The seating capacity of the Hollywood Bowl is just under 18,000.

Anonymous said...

If Eric is correct and this is Balboa Stadium rather than the Hollywood Bowl, it sort of explains the mystery mentioned the last time this pic was shown about why the bowl doesn't show in the photo.

Anonymous said...

This picture is not Balboa Stadium.
Balboa Stadium had seats on both sides of the football field. The Chargers played there when they were in the AFL. It was also an excellent track and field stadium. When the Chargers moved to the (then called) San Diego Stadium most of the seats were removed to prevent competition. Balboa Stadium is now the home field for San Diego High School. I too was told Ringling' last outdoor date was San Diego. I know they played Westgate Park in the sixties. I was there. It was also replaced by San Diego Stadium when the minor league San Diego Padres joined the National League.
Mark Horton

Eric said...

The B&W photo appears to be, in fact, the Hollywood Bowl sans the trademark band shell. (At least, the orchestra pit in front is just like the one at the Hollywood Bowl.) What they did with the shell I have no idea, since I always thought that it was a permanent structure.

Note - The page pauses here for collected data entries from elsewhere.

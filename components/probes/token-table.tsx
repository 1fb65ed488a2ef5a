import { Button } from '@/components/ui/button'
import { Table } from '@/components/ui/table'
import { Time } from '@/components/ui/time'
import type { TokenList } from '@/lib/ingest/schema'

export type Token = TokenList['items'][number]

/** A gateway's tokens, never the tokens themselves. */
export function TokenTable({
  tokens,
  zone,
  onRotate,
  onRevoke,
}: {
  tokens: readonly Token[]
  zone: string
  onRotate: (token: Token) => void
  onRevoke: (token: Token) => void
}) {
  return (
    <Table
      caption="Device tokens"
      rows={tokens}
      rowKey={(token) => token.id}
      empty={
        <p className="border-y border-line py-3 text-soft">
          No token yet: this gateway cannot send. Make a code and enrol its program with it.
        </p>
      }
      columns={[
        { key: 'made', head: 'Made', cell: (token) => <Time at={token.createdAt} zone={zone} /> },
        { key: 'by', head: 'By', cell: (token) => token.createdBy ?? 'the set-up' },
        {
          key: 'used',
          head: 'Last used',
          cell: (token) =>
            token.lastUsedAt === null ? (
              <span className="text-mute">never</span>
            ) : (
              <Time at={token.lastUsedAt} zone={zone} />
            ),
        },
        { key: 'state', head: 'State', cell: (token) => <State token={token} zone={zone} /> },
        {
          key: 'do',
          head: <span className="sr-only">Do</span>,
          cell: (token) =>
            token.revokedAt !== null ? null : (
              <span className="flex justify-end gap-4">
                {token.expiresAt === null ? (
                  <Button kind="quiet" onClick={() => onRotate(token)}>
                    Rotate
                  </Button>
                ) : null}
                <Button kind="quiet" onClick={() => onRevoke(token)}>
                  Revoke
                </Button>
              </span>
            ),
        },
      ]}
    />
  )
}

function State({ token, zone }: { token: Token; zone: string }) {
  if (token.revokedAt !== null) {
    return (
      <span className="text-mute">
        ended <Time at={token.revokedAt} zone={zone} />
      </span>
    )
  }
  if (token.expiresAt === null) return 'good'
  return (
    <span className="text-amber">
      being replaced, ends by <Time at={token.expiresAt} zone={zone} />
    </span>
  )
}
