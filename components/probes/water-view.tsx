import { RoomTabs } from '@/components/probes/room-tabs'
import { WaterTable } from '@/components/probes/water-table'
import { FormDialog } from '@/components/ui/form-dialog'
import { Notice } from '@/components/ui/notice'
import { PageHead } from '@/components/ui/page-head'
import { Pager } from '@/components/ui/pager'
import { changeQuery, nextPageHref } from '@/components/ui/url-query'
import { formatCount, formatNumber } from '@/lib/format'
import type { Page } from '@/lib/http/cursor'
import type { WaterCheckDto } from '@/lib/probes/schema'
import type { SiteRules } from '@/lib/science/site-rules'

/** Preheat, leak-test and humidifier water: the newest check of each source, then all of them. */
export function WaterView({
  sources,
  page,
  values,
  rules,
  zone,
  mayCheck,
}: {
  sources: readonly WaterCheckDto[]
  page: Page<WaterCheckDto>
  values: Readonly<Record<string, string>>
  rules: SiteRules['checks']
  zone: string
  mayCheck: boolean
}) {
  const bad = sources.filter((check) => !check.isInDate || check.overLimit !== null)
  return (
    <>
      <PageHead
        title="Water"
        sub={
          `Preheat, leak-test and humidifier water. Limits of this site: TCA ` +
          `${formatNumber(rules.waterTcaMaxNgPerL, 2)} ng/L, free chlorine ` +
          `${formatNumber(rules.waterFreeChlorineMaxMgPerL, 3)} mg/L.`
        }
        verdict={
          bad.length === 0 ? undefined : (
            <span className="text-amber">{formatCount(bad.length, 'source')} not to be used</span>
          )
        }
        actions={mayCheck ? <NewWaterCheck rules={rules} /> : undefined}
      />
      <RoomTabs current="water" />
      {bad.length === 0 ? null : (
        <Notice tone="attention" className="mb-4">
          A firing that takes such water starts with a signed override only.
        </Notice>
      )}
      <section>
        <h2 className="mb-2">Each source now</h2>
        <WaterTable caption="Newest check of each source" checks={sources} zone={zone} mayCheck={mayCheck} />
      </section>
      {page.items.length === 0 ? null : (
        <section className="mt-8">
          <h2 className="mb-2">All checks</h2>
          <WaterTable caption="Water checks" checks={page.items} zone={zone} mayCheck={mayCheck} />
          <Pager
            firstHref={
              values['cursor'] === undefined
                ? undefined
                : changeQuery('/probes/water', values, { cursor: null })
            }
            nextHref={nextPageHref('/probes/water', values, page.nextCursor)}
          />
        </section>
      )}
    </>
  )
}

function NewWaterCheck({ rules }: { rules: SiteRules['checks'] }) {
  return (
    <FormDialog
      openLabel="Record a water check"
      title="Record a water check"
      submitLabel="Record"
      method="POST"
      path="/api/water-checks"
      fields={[
        {
          name: 'source',
          label: 'Source',
          kind: 'text',
          hint: 'Mains, well, tank: as the room calls it. The newest check of each source counts.',
        },
        {
          name: 'tcaNgPerL',
          label: 'TCA',
          kind: 'number',
          unit: 'ng/L',
          hint: `Above ${formatNumber(rules.waterTcaMaxNgPerL, 2)} it is not used.`,
        },
        {
          name: 'freeChlorineMgPerL',
          label: 'Free chlorine',
          kind: 'number',
          unit: 'mg/L',
          hint: `Above ${formatNumber(rules.waterFreeChlorineMaxMgPerL, 3)} it is not used.`,
        },
        {
          name: 'checkedAt',
          label: 'Checked on',
          kind: 'date',
          isLeftOutWhenEmpty: true,
          hint: 'Left empty: now.',
        },
        {
          name: 'dueAt',
          label: 'Due again on',
          kind: 'date',
          isLeftOutWhenEmpty: true,
          hint: `Left empty: ${formatNumber(rules.waterMonths, rules.waterMonths % 1 === 0 ? 0 : 1)} months after.`,
        },
      ]}
    />
  )
}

The venue in San Diego where Polack played was the Balboa Stadium, which is just a short walk from the lot where the Rudy Bros. photos were taken.

Incidentally, the San Diego Sports Arena opened in 1967, not 1968 as I had reported earlier.

Buckles said...

As mentioned in the text, this is the Hollywood Bowl in 1958.
The best picture I could find of the Ringling outdoor layout that was later stored at Balboa Park.